*Task requirements*
Tally the lines in the data that follows that include the word "float", and report nothing but the total.

● ● ● ● ●

"""The measured-gas form of the bedside screen: draft, all-or-nothing Calculate, its rows.

No Panel import here. Typed values are kept as a *draft* in the model's units;
:meth:`GasEntry.calculate` checks the whole draft and either accepts all of it (``measured``
and ``derived`` set, from ``model.bedside.derive``) or none of it (a message per refused
field naming field, value, allowed range and unit). Display units follow the session's
:class:`dashboard.case.state.CaseState` (see :mod:`dashboard.bedside.display`).
"""

from __future__ import annotations

import inspect
import math

import numpy as np
import param

from ...model import bedside
from ..case.state import CaseState
from . import derived as derived_picture
from .display import (
    Row,
    display_range,
    display_unit,
    format_value,
    from_display,
    limits,
    to_display,
)

# Groups of the entry form, in the order an arterial gas report is read.
FORM_GROUPS: tuple[tuple[str, tuple[str, ...]], ...] = (
    (
        "Arterial gas",
        ("pao2_mmhg", "paco2_mmhg", "ph", "hb_g_dl", "temperature_c", "lactate_mmol_l"),
    ),
    ("Co-oximetry", ("sao2", "cohb_fraction", "methb_fraction")),
    (
        "Gas and ventilator",
        ("fio2", "altitude_m", "barometric_pressure_mmhg", "mean_airway_pressure_cmh2o"),
    ),
    ("Venous gas (central or mixed), optional", ("pvo2_mmhg", "svo2", "pvco2_mmhg")),
    (
        "Flow and patient",
        (
            "cardiac_output_l_min",
            "cardiac_index_l_min_m2",
            "height_cm",
            "weight_kg",
            "age_years",
        ),
    ),
)
MEASURED_KEYS: tuple[str, ...] = tuple(k for _, keys in FORM_GROUPS for k in keys)
PRESSURE_SOURCES = ("altitude", "barometric pressure")
FLOW_SOURCES = ("cardiac output", "cardiac index")

EXAMPLE_GAS: dict[str, float] = {
    # An invented ventilated patient (ours, not a real person): hypoxaemic on FiO2 0.6.
    "pao2_mmhg": 68.0,
    "paco2_mmhg": 46.0,
    "ph": 7.31,
    "hb_g_dl": 9.4,
    "temperature_c": 38.4,
    "lactate_mmol_l": 2.9,
    "sao2": 0.915,
    "cohb_fraction": 0.012,
    "methb_fraction": 0.008,
    "fio2": 0.6,
    "altitude_m": 0.0,
    "mean_airway_pressure_cmh2o": 16.0,
    "pvo2_mmhg": 36.0,
    "svo2": 0.64,
    "pvco2_mmhg": 53.0,
    "cardiac_output_l_min": 5.6,
    "height_cm": 172.0,
    "weight_kg": 78.0,
    "age_years": 64.0,
}


def _plain(value):
    """numpy scalars and 0-d arrays -> float; containers recursively."""
    if isinstance(value, dict):
        return {k: _plain(v) for k, v in value.items()}
    if isinstance(value, (list, tuple)):
        return type(value)(_plain(v) for v in value)
    if isinstance(value, np.ndarray) and value.ndim == 0:
        return value.item()
    if isinstance(value, np.generic):
        return value.item()
    return value


def required_keys() -> tuple[str, ...]:
    """The measured fields ``model.bedside.derive`` cannot do without."""
    sig = inspect.signature(bedside.derive)
    return tuple(
        n
        for n, p in sig.parameters.items()
        if p.default is inspect.Parameter.empty
        and p.kind in (p.KEYWORD_ONLY, p.POSITIONAL_OR_KEYWORD)
    )


class GasEntry(param.Parameterized):
    """The typed measured gas of one patient, the accepted measurement and what follows."""

    case = param.ClassSelector(class_=CaseState, doc="The session's live case (units).")
    pressure_source = param.Selector(
        default="altitude",
        objects=list(PRESSURE_SOURCES),
        label="Ambient pressure from",
        doc="Give the altitude of the unit, or a measured barometric pressure.",
    )
    flow_source = param.Selector(
        default="cardiac output",
        objects=list(FLOW_SOURCES),
        label="Flow given as",
        doc="Cardiac output, or cardiac index (then height and weight are needed).",
    )
    draft = param.Dict(default={}, doc="Typed values in model units (fractions, mmHg, g/dL).")
    draft_version = param.Integer(default=0, doc="Bumped when the draft is replaced as a whole.")
    measured = param.Dict(default=None, allow_None=True, doc="Last accepted measurement.")
    derived = param.Dict(default=None, allow_None=True, doc="model.bedside.derive output.")
    field_errors = param.Dict(default={}, doc="key -> why the typed value was refused.")
    entry_message = param.String(default="", doc="Outcome of the last Calculate.")

    def active_keys(self) -> tuple[str, ...]:
        """The fields the form shows now (altitude or PB; output or index)."""
        hidden = {
            "altitude": "barometric_pressure_mmhg",
            "barometric pressure": "altitude_m",
        }[self.pressure_source]
        hidden_flow = {
            "cardiac output": "cardiac_index_l_min_m2",
            "cardiac index": "cardiac_output_l_min",
        }[self.flow_source]
        return tuple(k for k in MEASURED_KEYS if k not in (hidden, hidden_flow))

    # ------------------------------------------------------------------ draft
    def draft_display(self, key: str) -> float | None:
        return to_display(self.case, key, self.draft.get(key))

    def set_draft(self, key: str, display_value: float | None) -> None:
        """Keep a typed value (display units); checked only by :meth:`calculate`."""
        if key not in MEASURED_KEYS:
            raise KeyError(key)
        draft = dict(self.draft)
        if display_value is None or (
            isinstance(display_value, float) and not math.isfinite(display_value)
        ):
            draft.pop(key, None)
        else:
            draft[key] = from_display(self.case, key, display_value)
        self.draft = draft

    def set_draft_model_units(self, values: dict) -> None:
        """Replace the whole draft with values in model units (an opened case, the example)."""
        unknown = set(values) - set(MEASURED_KEYS)
        if unknown:
            raise KeyError(", ".join(sorted(unknown)))
        draft = {k: float(v) for k, v in values.items() if v is not None}
        updates = {"draft": draft}
        if "barometric_pressure_mmhg" in draft and "altitude_m" not in draft:
            updates["pressure_source"] = "barometric pressure"
        elif "altitude_m" in draft:
            updates["pressure_source"] = "altitude"
        if "cardiac_index_l_min_m2" in draft and "cardiac_output_l_min" not in draft:
            updates["flow_source"] = "cardiac index"
        elif "cardiac_output_l_min" in draft:
            updates["flow_source"] = "cardiac output"
        updates["draft_version"] = self.draft_version + 1
        self.param.update(**updates)

    def fill_example(self) -> None:
        """Put the invented example gas in the form (not calculated yet)."""
        self.set_draft_model_units(EXAMPLE_GAS)
        self.param.update(field_errors={}, entry_message="Invented example gas entered: Calculate.")

    def clear_entry(self) -> None:
        self.set_draft_model_units({})
        self.param.update(field_errors={}, entry_message="")

    # ------------------------------------------------------------------ calculate
    def _refusals(self, values: dict, active: tuple[str, ...]) -> dict[str, str]:
        """key -> why: required fields left empty, values outside their limits."""
        errors: dict[str, str] = {}
        for key in required_keys():
            if key in active and key not in values:
                errors[key] = f"{limits(key)[3]}: a value is required."
        for key, v in values.items():
            lo, hi, _, label = limits(key)
            if not (np.isfinite(v) and lo <= v <= hi):
                unit = display_unit(self.case, key)
                shown = to_display(self.case, key, v)
                errors[key] = (
                    f"{label} = {shown:g}{' ' + unit if unit else ''} is outside the allowed "
                    f"range {display_range(self.case, key)}."
                )
        return errors

    def calculate(self) -> bool:
        """Check the whole draft; on success set ``measured`` and ``derived``.

        All or nothing: a refused field leaves the last accepted measurement and its
        derived values as they were, and names field, value, allowed range and unit.
        Every accepted Calculate sets ``measured`` anew, even to equal values; the fit
        and the what-ifs (which watch it) start again from it.
        """
        active = self.active_keys()
        values = {k: v for k, v in self.draft.items() if k in active}
        errors = self._refusals(values, active)
        if not errors:
            try:
                bedside.check_measured(values)
                derived = bedside.derive(**values)
            except (ValueError, TypeError) as exc:
                errors["_all"] = str(exc)
        if errors:
            first = next(iter(errors.values()))
            count = len(errors)
            self.param.update(
                field_errors=errors,
                entry_message=(
                    f"Not calculated: {first}"
                    + (f" (and {count - 1} more field(s) marked)" if count > 1 else "")
                    + " Nothing was changed."
                ),
            )
            return False
        self.param.update(
            measured=values,
            derived=_plain(dict(derived)),
            field_errors={},
            entry_message="Calculated from the measured values below.",
        )
        return True

    # ------------------------------------------------------------------ rows for views
    def measured_rows(self) -> list[Row]:
        """The accepted measurement, in form order and display units."""
        if not self.measured:
            return []
        return [
            Row(
                key,
                limits(key)[3],
                format_value(self.case, key, self.measured[key]),
                display_unit(self.case, key),
            )
            for key in MEASURED_KEYS
            if key in self.measured
        ]

    def derived_rows(self) -> list[derived_picture.DerivedRow]:
        """Derived values in display units with flag, short source and note."""
        return derived_picture.derived_rows(self.derived, self.case)

    def measured_flag(self, key: str) -> str:
        """Flag of an accepted measured value against model.bedside.USUAL_RANGES."""
        if not self.measured or key not in self.measured:
            return ""
        return derived_picture.flag(key, self.measured[key], self.derived)

    def derived_text(self, name: str) -> list[str]:
        """'notes', 'reasons' or 'flags' of the derivation, split into items."""
        text = str((self.derived or {}).get(name) or "")
        return [t for t in text.split("; ") if t]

● ● ● ● ●

*Answer to this exercise*
6